## The task
In the records below, find each line with the word "whole" and copy it.

## Material provided
# # # # #
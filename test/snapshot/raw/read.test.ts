import { appendFile, chmod, mkdir, truncate, unlink, utimes, writeFile } from 'node:fs/promises';
import { join } from 'node:path';
import { beforeEach, describe, expect, it, vi } from 'vitest';
import type { Particles } from '../../../src/snapshot/particles.ts';
import { readRaw } from '../../../src/snapshot/raw/read.ts';
import {
  bodies,
  body,
  f32,
  f64,
  i32,
  newFolder,
  put,
  putLayout,
  sevenFields,
  SEVEN,
  u64,
  VECTORS,
  type Order,
} from './samples.ts';

let folder: string;
beforeEach(async () => {
  folder = await newFolder();
});

/** Values are short binary fractions, exact in float32 too: comparisons need no tolerance. */
function expectBodies(particles: Particles, count: number): void {
  expect(particles.count).toBe(count);
  for (let i = 0; i < count; i++) {
    expect(SEVEN.map((name) => particles[name][i])).toEqual(body(i));
  }
}

describe('what the bytes mean', () => {
  it('takes 7 little-endian float64 a body without any layout', async () => {
    const path = await put(folder, 'larkhill.bin', bodies('little', 5));
    const particles = await readRaw(path, {});
    expectBodies(particles, 5);
    expect(particles.mass).toBeInstanceOf(Float64Array);
    expect(particles.mass.buffer).toBeInstanceOf(SharedArrayBuffer);
    expect(particles).toMatchObject({
      time: null,
      units: null,
      gravity: null,
      softening: null,
      frame: { kind: 'physical' },
      origin: { file: path, format: 'raw', mantissaBits: 53, remarks: [] },
    });
  });

  it.each(['little', 'big'] as const)(
    'reads header, vectors and 64-bit ids, %s-endian',
    async (order) => {
      const ids = [2n ** 64n - 1n, 2n ** 53n + 1n, 7n];
      const path = await put(
        folder,
        'a.bin',
        Buffer.concat([
          f64(order, 12.5),
          u64(order, 3n),
          f32(order, 0.75),
          i32(order, 99),
          ...ids.map((id, i) => Buffer.concat([f64(order, ...body(i)), u64(order, id)])),
        ]),
      );
      const layout = await putLayout(folder, {
        byteOrder: order,
        headerBytes: 24,
        header: [
          { name: 'time', type: 'float64', offset: 0 },
          { name: 'count', type: 'uint64', offset: 8 },
          { name: 'softening', type: 'float32', offset: 16 },
          { name: 'nDark', type: 'int32', offset: 20 },
        ],
        fields: [...VECTORS, { name: 'id', type: 'uint64' }],
        constants: { gravity: 2 },
        units: 'kpc-kms-msun',
      });
      const particles = await readRaw(path, { layout });
      expectBodies(particles, 3);
      expect([...(particles.columns.id as BigUint64Array)]).toEqual(ids);
      expect(particles).toMatchObject({ time: 12.5, softening: 0.75, gravity: 2 });
      expect(particles.units?.name).toBe('kpc-kms-msun');
      expect(particles.origin.remarks).toEqual([]);
    },
  );

  it.each(['little', 'big'] as const)('keeps float32 as float32, %s-endian', async (order) => {
    const path = await put(folder, 'a.bin', bodies(order, 4, f32));
    const layout = await putLayout(folder, { byteOrder: order, fields: sevenFields('float32') });
    const particles = await readRaw(path, { layout });
    expectBodies(particles, 4);
    expect(particles.vz).toBeInstanceOf(Float32Array);
    expect(particles.origin.mantissaBits).toBe(24);
  });

  it.each(['little', 'big'] as const)(
    'reads blocks, unaligned fields, skips, scales and a constant mass, %s-endian',
    async (order) => {
      const n = 3;
      const all = Array.from({ length: n }, (_, i) => body(i));
      const unaligned = all.map((b, i) =>
        Buffer.concat([
          Buffer.from([0xee]),
          f32(order, b[1], b[2], b[3]),
          f64(order, b[4], b[5], b[6]),
          order === 'little' ? Buffer.from([i, 0xff]) : Buffer.from([0xff, i]),
        ]),
      );
      const path = await put(folder, 'a.bin', Buffer.concat(unaligned));
      const layout = await putLayout(folder, {
        byteOrder: order,
        fields: [
          { skip: 1 },
          { name: 'position', type: 'float32', width: 3, scale: 10 },
          { name: 'velocity', type: 'float64', width: 3 },
          { name: 'id', type: 'int16' },
        ],
        constants: { mass: 0.5, time: -3 },
      });
      const particles = await readRaw(path, { layout });
      expect([...particles.mass]).toEqual([0.5, 0.5, 0.5]);
      expect([...particles.x]).toEqual(all.map((b) => 10 * b[1]));
      expect(particles.x).toBeInstanceOf(Float64Array);
      expect([...particles.vz]).toEqual(all.map((b) => b[6]));
      // 0xff00 + i as a two's complement of 16 bits.
      expect([...(particles.columns.id as Int16Array)]).toEqual([-256, -255, -254]);
      expect(particles.time).toBe(-3);
    },
  );

  it('reads one block a field, and blocks of no interest not at all', async () => {
    const n = 3;
    const column = (k: number): Buffer =>
      f64('big', ...Array.from({ length: n }, (_, i) => body(i)[k]));
    const position = f64('big', ...Array.from({ length: n }, (_, i) => body(i).slice(1, 4)).flat());
    const path = await put(
      folder,
      'a.bin',
      Buffer.concat([column(0), Buffer.alloc(5 * n), position, column(4), column(5), column(6)]),
    );
    const layout = await putLayout(folder, {
      byteOrder: 'big',
      arrangement: 'columns',
      fields: [
        { name: 'm', type: 'float64' },
        { skip: 5 },
        { name: 'position', type: 'float64', width: 3 },
        ...(['vx', 'vy', 'vz'] as const).map((name) => ({ name, type: 'float64' as const })),
      ],
    });
    let total = 0;
    const particles = await readRaw(path, { layout, onProgress: (_, all) => (total = all) });
    expectBodies(particles, n);
    expect(total).toBe(7 * 8 * n);
  });

  it('loads optional columns only when asked, and takes others by --columns', async () => {
    const rows = [3, -1, 3, 70000].map((code, i) =>
      Buffer.concat([
        f64('little', ...body(i)),
        i32('little', code),
        f32('little', 0.5 * i),
        f64('little', i, 2 * i, 3 * i),
        f64('little', 100 + i),
      ]),
    );
    const path = await put(folder, 'a.bin', Buffer.concat(rows));
    const layout = await putLayout(folder, {
      fields: [
        ...VECTORS,
        { name: 'component', type: 'int32' },
        { name: 'eps', type: 'float32' },
        { name: 'acceleration', type: 'float64', width: 3 },
        { name: 'weight', type: 'float64' },
      ],
    });
    expect((await readRaw(path, { layout })).columns).toEqual({});
    const particles = await readRaw(path, {
      layout,
      optional: ['component', 'softening', 'ax', 'density'],
      columns: { mass: 'weight', softening: 'eps' },
    });
    expect([...particles.mass]).toEqual([100, 101, 102, 103]);
    expect(particles.componentNames).toEqual(['-1', '3', '70000']);
    expect([...(particles.columns.component ?? [])]).toEqual([1, 0, 1, 2]);
    expect([...(particles.columns.softening ?? [])]).toEqual([0, 0.5, 1, 1.5]);
    expect([...(particles.columns.acceleration?.z ?? [])]).toEqual([0, 3, 6, 9]);
    expect(particles.columns.density).toBeUndefined();
  });

  it('reads integers as reals, 64-bit ones to the nearest double', async () => {
    // 2^53 + 1 lies halfway between doubles and goes to the even one, 2^53 (IEEE 754 round to even).
    const position = [2n ** 53n + 1n, 2n ** 63n - 1n, 5n];
    const path = await put(
      folder,
      'a.bin',
      Buffer.concat([i32('big', -7, 8, 9), u64('big', ...position), Buffer.from([200])]),
    );
    const layout = await putLayout(folder, {
      byteOrder: 'big',
      fields: [
        { name: 'velocity', type: 'int32', width: 3 },
        { name: 'position', type: 'int64', width: 3 },
        { name: 'mass', type: 'uint8' },
      ],
    });
    const particles = await readRaw(path, { layout });
    expect([particles.x[0], particles.y[0], particles.z[0]]).toEqual(position.map(Number));
    expect([particles.vx[0], particles.mass[0]]).toEqual([-7, 200]);
  });

  it('reads more than one chunk, in order', async () => {
    const n = 200_000; // 11.2 MB: six pieces
    const data = new Float64Array(7 * n).map((_, k) => k + 1);
    const path = await put(folder, 'a.bin', Buffer.from(data.buffer));
    const calls: number[] = [];
    const { mass, vz } = await readRaw(path, { onProgress: (done) => calls.push(done) });
    // 37,449 bodies a piece of 2 MiB
    for (const i of [0, 1, 37_448, 37_449, 187_244, 187_245, n - 1]) {
      expect([mass[i], vz[i]]).toEqual([7 * i + 1, 7 * i + 7]);
    }
    expect(calls.at(-1)).toBe(56 * n);
  });

  it('holds one copy of the data in shared memory, and little beside it', async () => {
    const n = 200_000;
    const path = await put(folder, 'a.bin', Buffer.alloc(56 * n, 1));
    let shared = 0;
    let plain = 0;
    // Constructors that count what they are asked for.
    vi.stubGlobal(
      'SharedArrayBuffer',
      class extends SharedArrayBuffer {
        constructor(bytes: number) {
          super(bytes);
          shared += bytes;
        }
      },
    );
    vi.stubGlobal(
      'ArrayBuffer',
      class extends ArrayBuffer {
        constructor(bytes: number) {
          super(bytes);
          plain += bytes;
        }
      },
    );
    try {
      await readRaw(path, {});
    } finally {
      vi.unstubAllGlobals();
    }
    expect(shared).toBe(56 * n);
    expect(plain).toBeLessThanOrEqual((2 << 20) + 64);
  });
});
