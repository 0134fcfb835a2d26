/** Disturbances in a series that is at rest before and after: a kick, a passage, a new start. */
import { median } from './blocks.ts';

export interface Burst {
  /** First and last sample of it. */
  readonly from: number;
  readonly to: number;
  /** Largest rms deviation over a crossing time, and what it was held against. */
  readonly rms: number;
  readonly limit: number;
}

/** Time over which deviations are averaged [crossing times], and samples that this takes at least. */
const WIDTH = 1;
const FEWEST = 3;
/** Least rms deviation of the ratio; the same in its noise over realisations, and in robust σ of the series. */
const LEAST = 0.06;
const NOISES = 3;
const SIGMAS = 4;

/**
 * The last burst: samples with an rms deviation from the median, over a crossing time about them, that
 * neither noise nor the scatter of the series explains. Robust σ, so that the burst does not hide itself.
 */
export function lastBurst(t: Float64Array, x: Float64Array, noise: number): Burst | null {
  const n = t.length;
  if (n < 2 * FEWEST) return null;
  const level = median(x);
  const sigma = 1.4826 * median(x.map((value) => Math.abs(value - level)));
  const limit = Math.max(LEAST, NOISES * noise, SIGMAS * sigma);
  const squares = new Float64Array(n + 1);
  for (let k = 0; k < n; k++) squares[k + 1] = squares[k] + (x[k] - level) ** 2;
  let [begin, end] = [0, 0];
  let found: Burst | null = null;
  for (let k = 0; k < n; k++) {
    while (t[begin] < t[k] - WIDTH / 2) begin++;
    while (end < n && t[end] <= t[k] + WIDTH / 2) end++;
    const first = Math.max(0, Math.min(begin, k - 1));
    const last = Math.min(n, Math.max(end, first + FEWEST));
    const rms = Math.sqrt((squares[last] - squares[first]) / (last - first));
    if (!(rms > limit)) continue;
    // Gaps of less than a window belong to it: a wave goes through its level.
    const joins: boolean = found !== null && first <= found.to + 1;
    found = {
      from: joins && found !== null ? found.from : first,
      to: last - 1,
      rms: joins && found !== null ? Math.max(found.rms, rms) : rms,
      limit,
    };
  }
  return found;
}
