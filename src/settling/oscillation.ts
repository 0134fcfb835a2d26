/** Is there a wave in the series? A periodogram for uneven times, by least squares. */
import { average, timeWeights } from './blocks.ts';

export interface Wave {
  /** Share of the variance (about a straight line) that the wave explains. */
  readonly share: number;
  readonly amplitude: number;
  readonly period: number;
  /** Rms about the straight line. */
  readonly rms: number;
}

/**
 * The strongest wave of a period from `shortest` to half the span, in the series less a straight line.
 * Source: least-squares spectrum, Lomb 1976, Ap&SS 39, 447; Scargle 1982, ApJ 263, 835; weighted by time.
 */
export function strongestWave(t: Float64Array, x: Float64Array, shortest: number): Wave {
  const n = t.length;
  const span = t[n - 1] - t[0];
  const w = timeWeights(t);
  const total = w.reduce((sum, value) => sum + value, 0);
  for (let k = 0; k < n; k++) w[k] /= total;
  const y = withoutLine(t, x, w);
  let variance = 0;
  for (let k = 0; k < n; k++) variance += w[k] * y[k] * y[k];
  if (!(variance > 0)) return { share: 0, amplitude: 0, period: span, rms: 0 };
  const step = 1 / (4 * span);
  const highest = Math.max(1 / shortest, 2.5 / span);
  let power = 0;
  let frequency = 2 / span;
  for (let f = 2 / span; f < highest; f += step) {
    const p = powerAt(t, y, w, f);
    if (p <= power) continue;
    power = p;
    frequency = f;
  }
  return {
    share: power / variance,
    amplitude: Math.sqrt(2 * power),
    period: 1 / frequency,
    rms: Math.sqrt(variance),
  };
}

function withoutLine(t: Float64Array, x: Float64Array, w: Float64Array): Float64Array {
  let tMean = 0;
  let xMean = 0;
  for (let k = 0; k < t.length; k++) {
    tMean += w[k] * t[k];
    xMean += w[k] * x[k];
  }
  let tt = 0;
  let tx = 0;
  for (let k = 0; k < t.length; k++) {
    tt += w[k] * (t[k] - tMean) ** 2;
    tx += w[k] * (t[k] - tMean) * x[k];
  }
  const slope = tt > 0 ? tx / tt : 0;
  return Float64Array.from(x, (value, k) => value - xMean - slope * (t[k] - tMean));
}

/** Variance explained by a cosine and a sine of one frequency. */
function powerAt(t: Float64Array, y: Float64Array, w: Float64Array, frequency: number): number {
  let cc = 0;
  let ss = 0;
  let cs = 0;
  let yc = 0;
  let ys = 0;
  for (let k = 0; k < t.length; k++) {
    const phase = 2 * Math.PI * frequency * (t[k] - t[0]);
    const c = Math.cos(phase);
    const s = Math.sin(phase);
    cc += w[k] * c * c;
    ss += w[k] * s * s;
    cs += w[k] * c * s;
    yc += w[k] * y[k] * c;
    ys += w[k] * y[k] * s;
  }
  const det = cc * ss - cs * cs;
  if (Math.abs(det) < 1e-9) return 0;
  return (yc * yc * ss - 2 * yc * ys * cs + ys * ys * cc) / det;
}

/** Cosine of the difference of the phases of a wave in the two halves of a series, and its amplitudes there. */
export function phaseAgreement(
  t: Float64Array,
  x: Float64Array,
  period: number,
): { readonly agreement: number; readonly first: number; readonly second: number } {
  const middle = (t[0] + t[t.length - 1]) / 2;
  const halves = [(k: number) => t[k] <= middle, (k: number) => t[k] >= middle].map((inHalf) => {
    const at = Array.from(t.keys()).filter(inHalf);
    return at.length < 5
      ? null
      : waveIn(
          at.map((k) => t[k]),
          Float64Array.from(at, (k) => x[k]),
          period,
        );
  });
  const [a, b] = halves;
  if (!a || !b) return { agreement: 0, first: 0, second: 0 };
  const first = Math.hypot(a[0], a[1]);
  const second = Math.hypot(b[0], b[1]);
  return {
    agreement: (a[0] * b[0] + a[1] * b[1]) / (first * second + 1e-300),
    first,
    second,
  };
}

/** Least squares of a level, a cosine and a sine: the last two. */
function waveIn(t: number[], x: Float64Array, period: number): [number, number] {
  const mean = average(x);
  const rows = t.map((time) => {
    const phase = (2 * Math.PI * time) / period;
    return [1, Math.cos(phase), Math.sin(phase)];
  });
  const A = [0, 1, 2].map((i) => [0, 1, 2].map((j) => rows.reduce((s, r) => s + r[i] * r[j], 0)));
  const B = [0, 1, 2].map((i) => rows.reduce((s, r, k) => s + r[i] * (x[k] - mean), 0));
  const [, c, s] = solveThree(A, B);
  return [c, s];
}

function solveThree(A: number[][], B: number[]): [number, number, number] {
  const det = (m: number[][]) =>
    m[0][0] * (m[1][1] * m[2][2] - m[1][2] * m[2][1]) -
    m[0][1] * (m[1][0] * m[2][2] - m[1][2] * m[2][0]) +
    m[0][2] * (m[1][0] * m[2][1] - m[1][1] * m[2][0]);
  const whole = det(A);
  const solved = [0, 1, 2].map((column) => {
    const replaced = A.map((row, i) => row.map((value, j) => (j === column ? B[i] : value)));
    return Math.abs(whole) > 1e-12 ? det(replaced) / whole : 0;
  });
  return [solved[0], solved[1], solved[2]];
}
# # # # #
## Solution
  const whole = det(A);
    return Math.abs(whole) > 1e-12 ? det(replaced) / whole : 0;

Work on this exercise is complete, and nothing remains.